• [Problem description]:
Run through the data and copy out every line that mentions the word "orientation".

========================

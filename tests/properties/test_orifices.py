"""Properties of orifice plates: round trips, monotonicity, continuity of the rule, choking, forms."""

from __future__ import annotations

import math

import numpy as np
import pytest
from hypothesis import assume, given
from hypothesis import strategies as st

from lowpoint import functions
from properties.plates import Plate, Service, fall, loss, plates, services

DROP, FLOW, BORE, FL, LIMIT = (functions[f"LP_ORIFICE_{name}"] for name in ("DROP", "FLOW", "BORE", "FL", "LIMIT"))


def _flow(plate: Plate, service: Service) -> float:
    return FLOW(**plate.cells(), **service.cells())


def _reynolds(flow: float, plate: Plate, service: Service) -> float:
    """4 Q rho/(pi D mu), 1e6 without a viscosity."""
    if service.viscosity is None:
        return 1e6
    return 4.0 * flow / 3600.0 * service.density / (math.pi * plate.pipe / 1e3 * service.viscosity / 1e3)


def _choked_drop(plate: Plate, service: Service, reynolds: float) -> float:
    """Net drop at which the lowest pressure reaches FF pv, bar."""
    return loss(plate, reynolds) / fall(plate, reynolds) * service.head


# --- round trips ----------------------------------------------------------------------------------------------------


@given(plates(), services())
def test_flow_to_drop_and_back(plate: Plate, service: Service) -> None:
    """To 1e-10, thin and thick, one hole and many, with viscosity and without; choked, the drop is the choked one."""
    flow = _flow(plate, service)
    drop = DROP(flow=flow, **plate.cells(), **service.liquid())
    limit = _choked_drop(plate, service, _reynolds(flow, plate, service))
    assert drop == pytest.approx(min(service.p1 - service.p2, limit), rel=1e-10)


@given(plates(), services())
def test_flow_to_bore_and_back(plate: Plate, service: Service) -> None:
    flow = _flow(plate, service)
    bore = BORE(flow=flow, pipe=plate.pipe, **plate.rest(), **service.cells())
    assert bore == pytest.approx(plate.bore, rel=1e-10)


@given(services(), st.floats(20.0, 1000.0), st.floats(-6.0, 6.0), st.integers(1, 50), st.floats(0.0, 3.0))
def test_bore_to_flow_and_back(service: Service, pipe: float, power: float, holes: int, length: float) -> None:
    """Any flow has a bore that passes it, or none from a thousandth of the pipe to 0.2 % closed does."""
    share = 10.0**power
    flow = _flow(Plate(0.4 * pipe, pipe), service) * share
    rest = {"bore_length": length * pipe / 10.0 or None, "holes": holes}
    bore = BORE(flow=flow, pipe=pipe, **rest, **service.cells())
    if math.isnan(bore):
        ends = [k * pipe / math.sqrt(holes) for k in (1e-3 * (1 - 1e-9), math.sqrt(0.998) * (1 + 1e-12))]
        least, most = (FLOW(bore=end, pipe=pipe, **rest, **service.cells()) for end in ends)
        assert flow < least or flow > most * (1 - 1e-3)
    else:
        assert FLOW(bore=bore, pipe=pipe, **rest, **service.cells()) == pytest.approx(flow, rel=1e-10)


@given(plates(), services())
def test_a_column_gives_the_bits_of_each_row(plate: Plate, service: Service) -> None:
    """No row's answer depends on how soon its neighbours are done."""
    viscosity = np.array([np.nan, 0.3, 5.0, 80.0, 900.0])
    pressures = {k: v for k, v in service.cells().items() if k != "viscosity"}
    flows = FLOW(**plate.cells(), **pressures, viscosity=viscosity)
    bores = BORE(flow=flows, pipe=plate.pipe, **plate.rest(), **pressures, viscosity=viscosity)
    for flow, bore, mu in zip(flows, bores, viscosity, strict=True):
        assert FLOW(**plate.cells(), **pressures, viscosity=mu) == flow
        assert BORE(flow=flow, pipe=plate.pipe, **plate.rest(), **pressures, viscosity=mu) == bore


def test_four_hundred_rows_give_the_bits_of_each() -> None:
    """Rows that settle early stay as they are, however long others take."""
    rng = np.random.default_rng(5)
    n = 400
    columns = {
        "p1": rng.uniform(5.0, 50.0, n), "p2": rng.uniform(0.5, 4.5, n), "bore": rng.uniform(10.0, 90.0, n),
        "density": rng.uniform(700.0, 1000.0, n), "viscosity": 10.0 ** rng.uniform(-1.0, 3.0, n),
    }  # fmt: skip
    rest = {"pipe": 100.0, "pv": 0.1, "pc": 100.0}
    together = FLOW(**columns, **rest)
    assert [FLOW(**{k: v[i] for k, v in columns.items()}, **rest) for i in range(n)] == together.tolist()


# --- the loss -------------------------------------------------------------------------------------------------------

========================

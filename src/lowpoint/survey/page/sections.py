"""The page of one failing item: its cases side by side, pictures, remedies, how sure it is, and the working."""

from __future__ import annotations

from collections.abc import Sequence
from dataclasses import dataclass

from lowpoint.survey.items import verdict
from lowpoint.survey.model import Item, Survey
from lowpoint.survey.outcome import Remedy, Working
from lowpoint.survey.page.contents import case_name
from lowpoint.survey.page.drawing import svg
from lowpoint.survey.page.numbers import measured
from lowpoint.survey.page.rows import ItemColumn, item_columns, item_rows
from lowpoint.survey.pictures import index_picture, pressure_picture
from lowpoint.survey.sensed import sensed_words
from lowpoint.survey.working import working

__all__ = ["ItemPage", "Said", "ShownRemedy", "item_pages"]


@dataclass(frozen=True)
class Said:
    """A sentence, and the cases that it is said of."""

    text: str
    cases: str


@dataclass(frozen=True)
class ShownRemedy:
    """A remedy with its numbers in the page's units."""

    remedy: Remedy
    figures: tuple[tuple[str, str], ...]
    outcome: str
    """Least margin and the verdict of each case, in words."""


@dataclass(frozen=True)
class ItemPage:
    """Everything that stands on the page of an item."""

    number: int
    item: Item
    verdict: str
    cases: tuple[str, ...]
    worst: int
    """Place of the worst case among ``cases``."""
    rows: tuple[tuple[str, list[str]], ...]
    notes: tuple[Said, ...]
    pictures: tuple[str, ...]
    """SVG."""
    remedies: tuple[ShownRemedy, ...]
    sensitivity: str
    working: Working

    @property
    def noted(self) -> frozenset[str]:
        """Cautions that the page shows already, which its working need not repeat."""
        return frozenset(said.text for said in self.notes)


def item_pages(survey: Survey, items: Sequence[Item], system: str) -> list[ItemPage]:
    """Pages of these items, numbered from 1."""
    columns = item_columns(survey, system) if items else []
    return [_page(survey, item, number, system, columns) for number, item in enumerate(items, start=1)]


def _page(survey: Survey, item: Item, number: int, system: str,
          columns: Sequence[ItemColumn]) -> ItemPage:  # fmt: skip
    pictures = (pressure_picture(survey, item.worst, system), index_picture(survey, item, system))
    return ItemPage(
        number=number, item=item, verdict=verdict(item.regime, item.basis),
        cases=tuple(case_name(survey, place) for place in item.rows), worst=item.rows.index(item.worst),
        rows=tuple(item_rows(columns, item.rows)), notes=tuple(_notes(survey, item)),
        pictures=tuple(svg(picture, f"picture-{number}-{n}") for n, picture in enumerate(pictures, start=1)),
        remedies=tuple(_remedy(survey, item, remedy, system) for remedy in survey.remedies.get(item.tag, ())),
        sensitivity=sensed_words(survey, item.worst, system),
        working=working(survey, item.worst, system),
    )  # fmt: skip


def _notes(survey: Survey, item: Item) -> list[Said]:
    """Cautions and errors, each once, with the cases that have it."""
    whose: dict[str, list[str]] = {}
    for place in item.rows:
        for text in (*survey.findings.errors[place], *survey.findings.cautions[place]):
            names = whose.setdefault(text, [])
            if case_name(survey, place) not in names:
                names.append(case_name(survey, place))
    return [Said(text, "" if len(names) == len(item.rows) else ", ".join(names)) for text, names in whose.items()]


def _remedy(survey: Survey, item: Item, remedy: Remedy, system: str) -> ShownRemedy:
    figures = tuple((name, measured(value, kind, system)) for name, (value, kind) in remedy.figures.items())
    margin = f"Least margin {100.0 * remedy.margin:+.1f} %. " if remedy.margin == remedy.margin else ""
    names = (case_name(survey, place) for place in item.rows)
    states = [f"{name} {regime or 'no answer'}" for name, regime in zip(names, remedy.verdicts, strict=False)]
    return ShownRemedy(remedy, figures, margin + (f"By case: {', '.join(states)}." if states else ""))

========================

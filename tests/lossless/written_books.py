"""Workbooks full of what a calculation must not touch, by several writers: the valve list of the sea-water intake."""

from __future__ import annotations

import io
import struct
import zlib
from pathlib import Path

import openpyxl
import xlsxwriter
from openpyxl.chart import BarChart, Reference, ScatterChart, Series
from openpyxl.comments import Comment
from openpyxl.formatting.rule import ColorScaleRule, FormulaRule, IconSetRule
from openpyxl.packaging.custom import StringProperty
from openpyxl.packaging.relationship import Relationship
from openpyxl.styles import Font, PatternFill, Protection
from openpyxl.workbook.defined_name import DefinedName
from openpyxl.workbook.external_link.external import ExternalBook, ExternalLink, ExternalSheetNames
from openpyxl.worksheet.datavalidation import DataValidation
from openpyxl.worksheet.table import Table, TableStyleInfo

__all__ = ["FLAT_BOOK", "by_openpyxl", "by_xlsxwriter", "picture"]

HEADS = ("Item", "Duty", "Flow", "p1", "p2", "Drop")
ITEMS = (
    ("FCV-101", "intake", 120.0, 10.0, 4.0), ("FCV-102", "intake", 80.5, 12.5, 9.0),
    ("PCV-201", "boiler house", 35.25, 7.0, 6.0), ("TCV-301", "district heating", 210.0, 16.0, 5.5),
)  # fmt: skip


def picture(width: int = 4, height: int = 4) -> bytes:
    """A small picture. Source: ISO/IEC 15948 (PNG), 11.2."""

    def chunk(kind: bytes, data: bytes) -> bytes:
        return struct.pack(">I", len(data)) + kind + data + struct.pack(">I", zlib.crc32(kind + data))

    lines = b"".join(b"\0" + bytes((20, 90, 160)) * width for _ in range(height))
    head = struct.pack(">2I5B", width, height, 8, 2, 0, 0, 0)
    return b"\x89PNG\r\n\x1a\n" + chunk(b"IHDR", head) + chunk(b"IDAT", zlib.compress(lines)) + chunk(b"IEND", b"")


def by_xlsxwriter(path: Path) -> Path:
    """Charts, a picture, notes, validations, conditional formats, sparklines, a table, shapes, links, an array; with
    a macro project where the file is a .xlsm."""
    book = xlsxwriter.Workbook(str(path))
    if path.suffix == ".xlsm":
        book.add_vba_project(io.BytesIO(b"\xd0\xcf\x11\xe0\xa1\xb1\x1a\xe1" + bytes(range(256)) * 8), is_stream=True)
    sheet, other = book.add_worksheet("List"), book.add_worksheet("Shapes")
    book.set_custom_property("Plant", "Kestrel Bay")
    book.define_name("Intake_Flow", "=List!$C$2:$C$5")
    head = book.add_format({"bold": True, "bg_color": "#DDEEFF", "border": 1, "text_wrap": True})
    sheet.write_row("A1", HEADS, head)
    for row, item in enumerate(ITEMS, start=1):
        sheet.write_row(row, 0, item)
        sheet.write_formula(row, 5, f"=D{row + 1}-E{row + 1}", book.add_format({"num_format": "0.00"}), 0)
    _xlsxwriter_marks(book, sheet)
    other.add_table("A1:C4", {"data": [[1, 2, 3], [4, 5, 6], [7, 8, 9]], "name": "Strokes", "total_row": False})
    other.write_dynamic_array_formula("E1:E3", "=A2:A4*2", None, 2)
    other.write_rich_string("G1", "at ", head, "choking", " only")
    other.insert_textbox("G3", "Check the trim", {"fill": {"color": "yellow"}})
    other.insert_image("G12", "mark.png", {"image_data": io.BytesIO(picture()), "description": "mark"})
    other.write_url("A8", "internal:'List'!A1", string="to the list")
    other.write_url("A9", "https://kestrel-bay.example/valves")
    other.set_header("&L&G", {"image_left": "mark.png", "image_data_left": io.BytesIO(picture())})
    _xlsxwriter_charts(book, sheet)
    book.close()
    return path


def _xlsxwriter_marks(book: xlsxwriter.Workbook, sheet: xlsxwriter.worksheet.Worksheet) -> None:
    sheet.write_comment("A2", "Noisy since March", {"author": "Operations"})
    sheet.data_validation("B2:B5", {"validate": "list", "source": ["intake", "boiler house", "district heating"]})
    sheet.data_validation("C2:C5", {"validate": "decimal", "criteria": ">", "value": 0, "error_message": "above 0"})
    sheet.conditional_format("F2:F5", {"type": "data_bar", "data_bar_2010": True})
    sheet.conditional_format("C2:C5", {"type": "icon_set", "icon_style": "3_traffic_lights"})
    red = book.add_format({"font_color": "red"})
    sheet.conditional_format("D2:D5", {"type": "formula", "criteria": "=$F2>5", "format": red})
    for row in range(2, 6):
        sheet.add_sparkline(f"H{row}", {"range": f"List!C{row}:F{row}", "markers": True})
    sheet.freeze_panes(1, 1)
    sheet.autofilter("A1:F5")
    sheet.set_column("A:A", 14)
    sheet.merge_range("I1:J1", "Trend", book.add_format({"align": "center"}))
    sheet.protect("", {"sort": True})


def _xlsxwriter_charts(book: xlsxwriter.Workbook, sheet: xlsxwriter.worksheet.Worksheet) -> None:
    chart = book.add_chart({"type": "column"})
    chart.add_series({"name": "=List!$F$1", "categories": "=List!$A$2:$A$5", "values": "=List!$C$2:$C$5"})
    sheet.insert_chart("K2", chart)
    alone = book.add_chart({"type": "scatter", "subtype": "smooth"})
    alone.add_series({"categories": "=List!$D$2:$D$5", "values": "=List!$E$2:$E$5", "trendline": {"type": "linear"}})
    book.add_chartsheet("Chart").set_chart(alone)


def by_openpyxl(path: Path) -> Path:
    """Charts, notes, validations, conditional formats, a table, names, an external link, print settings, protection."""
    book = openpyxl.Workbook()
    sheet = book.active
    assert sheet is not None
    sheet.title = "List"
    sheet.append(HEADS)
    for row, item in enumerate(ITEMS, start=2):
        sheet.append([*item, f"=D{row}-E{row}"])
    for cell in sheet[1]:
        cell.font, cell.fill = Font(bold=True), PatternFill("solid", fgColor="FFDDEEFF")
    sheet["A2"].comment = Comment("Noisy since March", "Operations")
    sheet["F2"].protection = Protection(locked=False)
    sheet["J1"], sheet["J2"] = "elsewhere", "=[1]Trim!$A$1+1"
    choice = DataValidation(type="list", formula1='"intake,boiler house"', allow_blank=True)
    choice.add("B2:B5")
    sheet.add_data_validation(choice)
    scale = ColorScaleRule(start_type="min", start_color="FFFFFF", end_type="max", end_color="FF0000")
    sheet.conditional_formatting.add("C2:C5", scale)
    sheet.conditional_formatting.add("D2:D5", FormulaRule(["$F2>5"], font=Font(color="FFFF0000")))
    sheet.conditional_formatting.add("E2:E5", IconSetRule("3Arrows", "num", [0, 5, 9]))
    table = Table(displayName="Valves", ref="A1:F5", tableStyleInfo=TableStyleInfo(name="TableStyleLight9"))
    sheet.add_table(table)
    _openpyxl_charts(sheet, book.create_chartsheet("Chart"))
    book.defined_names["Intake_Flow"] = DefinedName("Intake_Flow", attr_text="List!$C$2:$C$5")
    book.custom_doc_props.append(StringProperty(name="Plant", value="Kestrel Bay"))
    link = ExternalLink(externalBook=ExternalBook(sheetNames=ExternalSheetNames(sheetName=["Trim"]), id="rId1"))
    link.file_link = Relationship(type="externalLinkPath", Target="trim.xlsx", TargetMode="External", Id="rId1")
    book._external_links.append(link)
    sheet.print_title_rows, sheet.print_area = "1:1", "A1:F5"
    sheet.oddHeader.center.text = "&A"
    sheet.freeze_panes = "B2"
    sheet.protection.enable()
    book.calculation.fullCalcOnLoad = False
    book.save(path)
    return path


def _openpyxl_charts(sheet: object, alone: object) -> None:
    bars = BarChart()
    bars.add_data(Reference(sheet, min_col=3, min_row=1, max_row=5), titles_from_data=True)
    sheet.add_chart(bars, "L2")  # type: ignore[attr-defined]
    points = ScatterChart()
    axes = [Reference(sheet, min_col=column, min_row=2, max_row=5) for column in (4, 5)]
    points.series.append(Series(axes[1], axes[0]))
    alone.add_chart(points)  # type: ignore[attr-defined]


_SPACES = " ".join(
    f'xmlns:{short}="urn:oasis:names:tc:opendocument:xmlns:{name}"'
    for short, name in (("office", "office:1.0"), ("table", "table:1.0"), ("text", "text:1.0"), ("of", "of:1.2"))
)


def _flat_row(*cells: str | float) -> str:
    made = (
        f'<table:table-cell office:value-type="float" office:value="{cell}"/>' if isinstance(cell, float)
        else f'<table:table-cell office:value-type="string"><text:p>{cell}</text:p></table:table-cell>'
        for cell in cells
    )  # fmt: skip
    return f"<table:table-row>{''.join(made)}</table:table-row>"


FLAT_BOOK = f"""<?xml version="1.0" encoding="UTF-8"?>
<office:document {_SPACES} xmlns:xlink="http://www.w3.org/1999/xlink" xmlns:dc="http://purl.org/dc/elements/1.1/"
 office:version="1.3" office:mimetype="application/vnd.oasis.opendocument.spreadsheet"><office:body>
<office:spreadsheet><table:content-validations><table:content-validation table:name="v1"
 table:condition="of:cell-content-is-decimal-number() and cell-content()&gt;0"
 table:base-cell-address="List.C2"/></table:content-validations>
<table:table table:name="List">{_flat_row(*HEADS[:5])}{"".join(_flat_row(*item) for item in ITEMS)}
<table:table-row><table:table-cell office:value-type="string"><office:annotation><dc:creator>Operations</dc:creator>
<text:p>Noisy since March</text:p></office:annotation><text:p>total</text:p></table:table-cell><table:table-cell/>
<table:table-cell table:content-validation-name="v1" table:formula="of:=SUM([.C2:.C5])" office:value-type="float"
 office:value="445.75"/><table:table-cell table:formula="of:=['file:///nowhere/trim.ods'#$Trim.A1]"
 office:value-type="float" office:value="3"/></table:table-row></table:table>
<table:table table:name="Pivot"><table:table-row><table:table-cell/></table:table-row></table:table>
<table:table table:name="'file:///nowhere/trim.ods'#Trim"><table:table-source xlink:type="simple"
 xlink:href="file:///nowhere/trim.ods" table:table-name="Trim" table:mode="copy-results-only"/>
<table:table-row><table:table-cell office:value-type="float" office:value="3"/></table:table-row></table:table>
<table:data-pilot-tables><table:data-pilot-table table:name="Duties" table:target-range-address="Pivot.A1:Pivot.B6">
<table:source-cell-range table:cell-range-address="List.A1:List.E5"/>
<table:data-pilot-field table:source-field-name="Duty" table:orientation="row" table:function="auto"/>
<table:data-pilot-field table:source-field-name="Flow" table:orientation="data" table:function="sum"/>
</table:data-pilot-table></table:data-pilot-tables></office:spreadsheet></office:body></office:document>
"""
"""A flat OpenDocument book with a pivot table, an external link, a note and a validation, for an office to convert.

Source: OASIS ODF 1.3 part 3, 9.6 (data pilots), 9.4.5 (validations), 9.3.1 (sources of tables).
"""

========================

• [Answer to this exercise]:
<table:data-pilot-field table:source-field-name="Duty" table:orientation="row" table:function="auto"/>
<table:data-pilot-field table:source-field-name="Flow" table:orientation="data" table:function="sum"/>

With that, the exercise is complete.